To protect morale when it canceled 2009 trips, GM sent winners a congratulatory letter, Ternes says. GM also told them the trip could be reinstated at a later date, once the economy improves, he says.

Those who are still going

Despite fear of public perceptions, many healthy companies continue to offer incentive trips — something that Congress isn't criticizing. Cummings says that companies that aren't using taxpayer dollars "should be allowed to carry on business as they normally do."

At software giant CA, cae xotic vacations have long been used to attract and reward top sales talent. This year's upcoming six-day trip to top resorts in New Zealand and Australia will be CA's 29th-consecutive trip. CA has even run ads in The Wall Street Journal featuring trip photos to entice sales professionals to send résumés.

Bill Hughes, a CA executive, credits the sales-incentive trips with helping CA retain all but one of its 150 best sales performers.

"One of the things you want to do in this economy is make sure your sales force is hitting on all cylinders," Hughes says. "That's what's going to distinguish yourself from your competitors."

BMW North America doesn't plan to tinker with its incentive travel program for dealers, general managers and salespeople because the company believes they pay for themselves, says Wayne Orchowski, BMW's vice president of sales.

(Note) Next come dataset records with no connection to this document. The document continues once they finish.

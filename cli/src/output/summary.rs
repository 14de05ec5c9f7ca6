//! Per-mode rows and the band summary shared by the table, JSON and CSV outputs.
//!
//! Infinite quality factors (a loss the model does not have, e.g. PEC walls or no port)
//! are written as JSON `null`, as `inf` in CSV and as `∞` in the table.

use crate::units::C0;
use serde::{Serialize, Serializer};
use std::collections::BTreeMap;

/// Modes whose frequencies differ by at most this fraction count as one group.
pub const GROUP_TOLERANCE: f64 = 1e-4;

/// Reflection at resonance at or below which the feed is said to couple well
/// (|Γ| = 0.5 ↔ 75 % of the forward power enters the cavity; common practice, no source).
pub const GOOD_COUPLING_REFLECTION: f64 = 0.5;

/// `null` for a non-finite number.
pub fn finite_or_null<S: Serializer>(v: &f64, s: S) -> Result<S::Ok, S::Error> {
    if v.is_finite() {
        s.serialize_f64(*v)
    } else {
        s.serialize_none()
    }
}

/// A list with `null` for each non-finite entry.
pub fn finite_list<S: Serializer>(v: &[f64], s: S) -> Result<S::Ok, S::Error> {
    let items: Vec<Option<f64>> = v.iter().map(|x| x.is_finite().then_some(*x)).collect();
    items.serialize(s)
}

/// One row of the mode list.
#[derive(Clone, Debug, Serialize)]
pub struct ModeRow {
    pub index: usize,
    /// Re f, GHz.
    pub frequency_ghz: f64,
    /// Im f, GHz (decay rate / 2π; 0 for a lossless mode).
    pub frequency_imag_ghz: f64,
    pub delta_mhz: f64,
    pub residual: f64,
    pub divergence: f64,
    pub in_band: bool,
    /// Q from the complex eigenvalue, Re f / (2 Im f): loads and ports (walls not included).
    #[serde(serialize_with = "finite_or_null")]
    pub q_eigen: f64,
    /// Loaded Q: 1/Q_L = 1/Q_d + 1/Q_c + Σ 1/Q_ext.
    #[serde(serialize_with = "finite_or_null")]
    pub q_loaded: f64,
    /// Unloaded Q: 1/Q0 = 1/Q_d + 1/Q_c.
    #[serde(serialize_with = "finite_or_null")]
    pub q_unloaded: f64,
    /// Q of the loads' dielectric loss.
    #[serde(serialize_with = "finite_or_null")]
    pub q_dielectric: f64,
    /// Q of the wall loss (surface-resistance perturbation).
    #[serde(serialize_with = "finite_or_null")]
    pub q_walls: f64,
    /// External Q of each port (port order).
    #[serde(serialize_with = "finite_list")]
    pub q_ports: Vec<f64>,
    /// Coupling κ = Q0/Q_ext of each port (other ports counted as losses).
    #[serde(serialize_with = "finite_list")]
    pub coupling: Vec<f64>,
    /// |Γ| at resonance seen from each port.
    pub reflection: Vec<f64>,
    /// Share of each port's forward power absorbed in the loads at resonance.
    pub load_power_fraction: Vec<f64>,
    /// Share of the stored electric energy inside each load (load name → fraction).
    pub load_energy_fraction: BTreeMap<String, f64>,
    /// Bandwidth f/Q_L, MHz (0 when Q_L is infinite).
    pub bandwidth_mhz: f64,
    /// Consistency check: Q from power balance without walls, 1/Q = 1/Q_d + Σ 1/Q_ext,
    /// which the complex eigenvalue must reproduce (walls enter by perturbation only).
    #[serde(serialize_with = "finite_or_null")]
    pub q_balance: f64,
    /// q_eigen / q_balance − 1 (null when both are infinite).
    pub q_check_relative: Option<f64>,
}

/// q_eigen / q_balance − 1 when either is finite (both infinite: nothing to check).
pub fn q_check(q_eigen: f64, q_balance: f64) -> Option<f64> {
    match (q_eigen.is_finite(), q_balance.is_finite()) {
        (false, false) => None,
        (true, true) => Some(q_eigen / q_balance - 1.0),
        _ => Some(f64::INFINITY),
    }
}

/// Q from 1/Q = Σ 1/Q_i (infinite terms contribute nothing).
pub fn combine_q(parts: &[f64]) -> f64 {
    let inv: f64 = parts
        .iter()
        .filter(|q| q.is_finite() && **q > 0.0)
        .map(|q| 1.0 / q)
        .sum();
    if inv > 0.0 {
        1.0 / inv
    } else {
        f64::INFINITY
    }
}

/// Weyl's-law estimate of the number of modes in a band.
#[derive(Clone, Debug, Serialize)]
pub struct WeylEstimate {
    /// Estimated number of modes between the band edges (smoothed count, not an integer).
    pub modes: f64,
    /// Which formula was used.
    pub formula: String,
    /// Volume entering the formula, m³.
    pub volume_m3: f64,
    pub source: String,
}

/// A mode in the band whose feed reflection at resonance is at most the threshold.
#[derive(Clone, Debug, Serialize)]
pub struct GoodCoupling {
    pub index: usize,
    pub frequency_ghz: f64,
    pub port: String,
    pub reflection: f64,
    pub load_power_fraction: f64,
}

/// Summary of the modes inside the band.
#[derive(Clone, Debug, Serialize)]
pub struct BandSummary {
    pub band_ghz: [f64; 2],
    /// Where the band came from ("--band", "geometry file", or the ISM default).
    pub band_from: String,
    pub modes_in_band: usize,
    /// True when the solve searched far enough around the target that no mode inside
    /// the band can have been missed.
    pub complete: bool,
    /// The listing is complete for modes whose Q from loads and ports is at least this
    /// (modes more damped may lie outside the search disc; null when incomplete).
    pub complete_above_q: Option<f64>,
    pub weyl_estimate: WeylEstimate,
    pub distinct_frequencies: usize,
    pub group_tolerance_relative: f64,
    /// Mean spacing between adjacent distinct frequencies in the band, MHz (None with
    /// fewer than two).
    pub mean_spacing_mhz: Option<f64>,
    /// Modal overlap: mean, over the in-band modes with finite Q_L, of the number of
    /// other modes found within ±(f_i/Q_L,i)/2 of f_i (a window one bandwidth wide).
    /// None when no in-band mode has a finite Q_L.
    pub modal_overlap: Option<f64>,
    /// In-band modes with |Γ| ≤ `good_coupling_reflection` at some port.
    pub good_coupling: Vec<GoodCoupling>,
    pub good_coupling_reflection: f64,
    /// Largest |q_eigen / q_balance − 1| over the modes (None when all Q are infinite).
    pub q_check_max_relative: Option<f64>,
}

/// Modal overlap as defined in [`BandSummary::modal_overlap`]; `all` = (f, Q_L) of every
/// mode found, `in_band` = indices into `all`.
pub fn modal_overlap(all: &[(f64, f64)], in_band: &[usize]) -> Option<f64> {
    let counts: Vec<usize> = in_band
        .iter()
        .filter(|&&i| all[i].1.is_finite())
        .map(|&i| {
            let (f, q) = all[i];
            let half = 0.5 * f / q;
            all.iter()
                .enumerate()
                .filter(|&(j, &(g, _))| j != i && (g - f).abs() <= half)
                .count()
        })
        .collect();
    (!counts.is_empty()).then(|| counts.iter().sum::<usize>() as f64 / counts.len() as f64)
}

/// Smoothed mode count below `f_hz` (Weyl's law).
///
/// N(f) ≈ 8πV f³/(3c³) for any cavity; for an empty box with sides a, b, c the
/// next terms give N(f) = 8πV f³/(3c³) − (a + b + c) f/c + 1/2. Source: Weyl's law
/// with its boundary terms, e.g. Balian & Bloch, Ann. Phys. 64 (1971) 271 (from memory).
/// With loads, V is the optical volume Σ V_i (ε′_i μr_i)^{3/2}, since the local density
/// of modes scales with the cube of the local refractive index.
pub fn weyl_count(f_hz: f64, volume_m3: f64, box_edges_m: Option<f64>) -> f64 {
    let lead = 8.0 * std::f64::consts::PI * volume_m3 * f_hz.powi(3) / (3.0 * C0.powi(3));
    match box_edges_m {
        Some(sum) => lead - sum * f_hz / C0 + 0.5,
        None => lead,
    }
}

/// Number of distinct frequencies (groups within [`GROUP_TOLERANCE`]) among sorted
/// frequencies, and the group frequencies (means of their members).
pub fn groups(sorted_hz: &[f64]) -> Vec<f64> {
    let mut out: Vec<(f64, usize)> = Vec::new();
    let mut last = f64::NAN;
    for &f in sorted_hz {
        match out.last_mut() {
            Some((sum, n)) if (f - last).abs() <= GROUP_TOLERANCE * last.abs() => {
                *sum += f;
                *n += 1;
            }
            _ => out.push((f, 1)),
        }
        last = f;
    }
    out.into_iter().map(|(s, n)| s / n as f64).collect()
}

#[cfg(test)]
mod tests {
    use super::*;

    /// Weyl's smoothed count against the exact mode count of an empty 300 × 300 × 200 mm
    /// box, whose modes are the analytic TE/TM_mnp (Pozar, Microwave Engineering, 4th ed.,
    /// §6.3: f = c/2·√((m/a)² + (n/b)² + (p/d)²), two polarisations when no index is 0,
    /// one when exactly one is). The exact staircase fluctuates about the smooth count
    /// with zero mean, so the mean difference over 400 frequencies in 5–10 GHz (where the
    /// box has ~1,000–5,600 modes) must be small: within 3 modes. The boundary term alone
    /// is worth ~20 modes on average there, so the check also pins its sign and size.
    #[test]
    fn weyl_count_follows_the_exact_box_count() {
        let (a, b, d) = (0.3, 0.3, 0.2);
        let f_max = 10.5e9;
        let mut exact = Vec::new();
        let lim = |len: f64| (2.0 * len * f_max / C0).ceil() as usize + 1;
        for m in 0..lim(a) {
            for n in 0..lim(b) {
                for p in 0..lim(d) {
                    let zeros = (m == 0) as u8 + (n == 0) as u8 + (p == 0) as u8;
                    if zeros > 1 {
                        continue;
                    }
                    let f = C0 / 2.0
                        * ((m as f64 / a).powi(2)
                            + (n as f64 / b).powi(2)
                            + (p as f64 / d).powi(2))
                        .sqrt();
                    if f <= f_max {
                        exact.extend(std::iter::repeat_n(f, if zeros == 0 { 2 } else { 1 }));
                    }
                }
            }
        }
        exact.sort_by(f64::total_cmp);
        let samples = 400;
        let mean_difference = (0..samples)
            .map(|i| {
                let f = 5e9 + 5e9 * (i as f64 + 0.5) / samples as f64;
                let n_exact = exact.partition_point(|&x| x <= f) as f64;
                n_exact - weyl_count(f, a * b * d, Some(a + b + d))
            })
            .sum::<f64>()
            / samples as f64;
        assert!(
            mean_difference.abs() <= 3.0,
            "mean exact − Weyl count over 5–10 GHz: {mean_difference:.2} modes"
        );
    }
}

His division regularly recognizes BMW's top 10% of dealers. They've taken exotic trips, such as an African safari and a trip to China to see the Great Wall. They've also experienced what money can't easily buy, such as having Tony Bennett serenade them at a moonlit dinner.

It's not only about recognition, Orchowski says. On trips, people spend a good deal of time networking and discussing best practices. And they're exposed to experiences that will help them better relate to BMW's well-heeled clients, he says.

"Times are tough," Orchowski says. "But you have to be prudent where you make your cuts. You want to keep cultivating the soil to make sure things keep blossoming."

The bottom line, Anderson says, is that incentive trips have become something that many people expect or at least aspire to as their careers advance.

"It's based on the American dream," she says. "If you work really hard, you can achieve something that normally seems outside of your realm of possibility. It's easier to give that extra amount once you've experienced one of these programs."